Your task is to output all the records below, word for word.

Input data:
:::::

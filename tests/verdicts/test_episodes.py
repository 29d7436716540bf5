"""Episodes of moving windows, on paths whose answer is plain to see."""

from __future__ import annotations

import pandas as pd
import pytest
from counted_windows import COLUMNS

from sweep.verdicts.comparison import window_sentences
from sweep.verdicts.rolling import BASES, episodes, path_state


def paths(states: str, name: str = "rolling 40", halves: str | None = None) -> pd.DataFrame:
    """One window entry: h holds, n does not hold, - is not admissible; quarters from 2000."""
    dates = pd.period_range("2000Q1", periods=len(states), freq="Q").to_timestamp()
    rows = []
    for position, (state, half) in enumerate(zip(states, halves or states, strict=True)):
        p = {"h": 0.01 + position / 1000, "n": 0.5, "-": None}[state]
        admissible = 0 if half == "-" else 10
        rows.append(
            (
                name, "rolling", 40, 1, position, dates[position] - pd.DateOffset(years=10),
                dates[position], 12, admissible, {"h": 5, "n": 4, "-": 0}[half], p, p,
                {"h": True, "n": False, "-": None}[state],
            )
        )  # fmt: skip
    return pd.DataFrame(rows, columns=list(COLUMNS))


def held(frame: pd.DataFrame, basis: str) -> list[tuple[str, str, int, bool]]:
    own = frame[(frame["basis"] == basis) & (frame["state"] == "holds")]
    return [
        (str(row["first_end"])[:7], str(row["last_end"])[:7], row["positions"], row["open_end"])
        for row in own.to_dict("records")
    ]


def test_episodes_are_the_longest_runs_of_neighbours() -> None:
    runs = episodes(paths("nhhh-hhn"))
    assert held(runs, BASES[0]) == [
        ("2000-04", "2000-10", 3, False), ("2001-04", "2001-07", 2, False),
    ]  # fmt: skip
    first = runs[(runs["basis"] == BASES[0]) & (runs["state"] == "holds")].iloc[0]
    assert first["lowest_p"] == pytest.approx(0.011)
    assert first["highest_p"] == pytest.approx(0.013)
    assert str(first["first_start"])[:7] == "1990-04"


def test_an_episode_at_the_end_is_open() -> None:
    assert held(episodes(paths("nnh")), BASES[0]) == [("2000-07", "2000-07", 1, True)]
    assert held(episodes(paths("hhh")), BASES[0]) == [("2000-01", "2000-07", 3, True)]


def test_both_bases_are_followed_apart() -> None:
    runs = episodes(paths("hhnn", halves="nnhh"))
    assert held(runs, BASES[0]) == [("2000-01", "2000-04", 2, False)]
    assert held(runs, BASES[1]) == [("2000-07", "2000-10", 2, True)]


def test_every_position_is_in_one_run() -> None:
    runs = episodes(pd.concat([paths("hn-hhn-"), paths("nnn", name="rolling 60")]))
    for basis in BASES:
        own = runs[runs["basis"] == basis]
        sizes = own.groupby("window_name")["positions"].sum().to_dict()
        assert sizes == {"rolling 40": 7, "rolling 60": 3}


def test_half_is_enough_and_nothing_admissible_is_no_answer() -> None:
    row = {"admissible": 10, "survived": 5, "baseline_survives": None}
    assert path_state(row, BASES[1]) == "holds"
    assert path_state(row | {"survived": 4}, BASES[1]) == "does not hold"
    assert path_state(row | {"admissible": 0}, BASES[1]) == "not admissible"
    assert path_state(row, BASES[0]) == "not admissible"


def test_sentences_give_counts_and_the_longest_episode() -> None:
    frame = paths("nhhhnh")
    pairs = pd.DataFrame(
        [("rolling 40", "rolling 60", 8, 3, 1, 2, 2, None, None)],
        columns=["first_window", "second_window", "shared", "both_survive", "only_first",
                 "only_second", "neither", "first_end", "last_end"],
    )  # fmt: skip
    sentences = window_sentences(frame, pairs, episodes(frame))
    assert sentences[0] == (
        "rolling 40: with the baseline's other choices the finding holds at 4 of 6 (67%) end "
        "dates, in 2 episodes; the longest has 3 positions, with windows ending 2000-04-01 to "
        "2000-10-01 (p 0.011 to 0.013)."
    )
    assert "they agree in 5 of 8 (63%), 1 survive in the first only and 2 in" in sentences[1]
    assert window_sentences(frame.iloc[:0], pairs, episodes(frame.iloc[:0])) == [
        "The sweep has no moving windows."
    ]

:::::

Answer box:
filename tests/verdicts/test_episodes.py
repository 29d7436716540bf5
"""Episodes of moving windows, on paths whose answer is plain to see."""

from __future__ import annotations

import pandas as pd
import pytest
from counted_windows import COLUMNS

from sweep.verdicts.comparison import window_sentences
from sweep.verdicts.rolling import BASES, episodes, path_state


def paths(states: str, name: str = "rolling 40", halves: str | None = None) -> pd.DataFrame:
    """One window entry: h holds, n does not hold, - is not admissible; quarters from 2000."""
    dates = pd.period_range("2000Q1", periods=len(states), freq="Q").to_timestamp()
    rows = []
    for position, (state, half) in enumerate(zip(states, halves or states, strict=True)):
        p = {"h": 0.01 + position / 1000, "n": 0.5, "-": None}[state]
        admissible = 0 if half == "-" else 10
        rows.append(
            (
                name, "rolling", 40, 1, position, dates[position] - pd.DateOffset(years=10),
                dates[position], 12, admissible, {"h": 5, "n": 4, "-": 0}[half], p, p,
                {"h": True, "n": False, "-": None}[state],
            )
        )  # fmt: skip
    return pd.DataFrame(rows, columns=list(COLUMNS))


def held(frame: pd.DataFrame, basis: str) -> list[tuple[str, str, int, bool]]:
    own = frame[(frame["basis"] == basis) & (frame["state"] == "holds")]
    return [
        (str(row["first_end"])[:7], str(row["last_end"])[:7], row["positions"], row["open_end"])
        for row in own.to_dict("records")
    ]


def test_episodes_are_the_longest_runs_of_neighbours() -> None:
    runs = episodes(paths("nhhh-hhn"))
    assert held(runs, BASES[0]) == [
        ("2000-04", "2000-10", 3, False), ("2001-04", "2001-07", 2, False),
    ]  # fmt: skip
    first = runs[(runs["basis"] == BASES[0]) & (runs["state"] == "holds")].iloc[0]
    assert first["lowest_p"] == pytest.approx(0.011)
    assert first["highest_p"] == pytest.approx(0.013)
    assert str(first["first_start"])[:7] == "1990-04"


def test_an_episode_at_the_end_is_open() -> None:
    assert held(episodes(paths("nnh")), BASES[0]) == [("2000-07", "2000-07", 1, True)]
    assert held(episodes(paths("hhh")), BASES[0]) == [("2000-01", "2000-07", 3, True)]


def test_both_bases_are_followed_apart() -> None:
    runs = episodes(paths("hhnn", halves="nnhh"))
    assert held(runs, BASES[0]) == [("2000-01", "2000-04", 2, False)]
    assert held(runs, BASES[1]) == [("2000-07", "2000-10", 2, True)]


def test_every_position_is_in_one_run() -> None:
    runs = episodes(pd.concat([paths("hn-hhn-"), paths("nnn", name="rolling 60")]))
    for basis in BASES:
        own = runs[runs["basis"] == basis]
        sizes = own.groupby("window_name")["positions"].sum().to_dict()
        assert sizes == {"rolling 40": 7, "rolling 60": 3}


def test_half_is_enough_and_nothing_admissible_is_no_answer() -> None:
    row = {"admissible": 10, "survived": 5, "baseline_survives": None}
    assert path_state(row, BASES[1]) == "holds"
    assert path_state(row | {"survived": 4}, BASES[1]) == "does not hold"
    assert path_state(row | {"admissible": 0}, BASES[1]) == "not admissible"
    assert path_state(row, BASES[0]) == "not admissible"


def test_sentences_give_counts_and_the_longest_episode() -> None:
    frame = paths("nhhhnh")
    pairs = pd.DataFrame(
        [("rolling 40", "rolling 60", 8, 3, 1, 2, 2, None, None)],
        columns=["first_window", "second_window", "shared", "both_survive", "only_first",
                 "only_second", "neither", "first_end", "last_end"],
    )  # fmt: skip
    sentences = window_sentences(frame, pairs, episodes(frame))
    assert sentences[0] == (
        "rolling 40: with the baseline's other choices the finding holds at 4 of 6 (67%) end "
        "dates, in 2 episodes; the longest has 3 positions, with windows ending 2000-04-01 to "
        "2000-10-01 (p 0.011 to 0.013)."
    )
    assert "they agree in 5 of 8 (63%), 1 survive in the first only and 2 in" in sentences[1]
    assert window_sentences(frame.iloc[:0], pairs, episodes(frame.iloc[:0])) == [
        "The sweep has no moving windows."
    ]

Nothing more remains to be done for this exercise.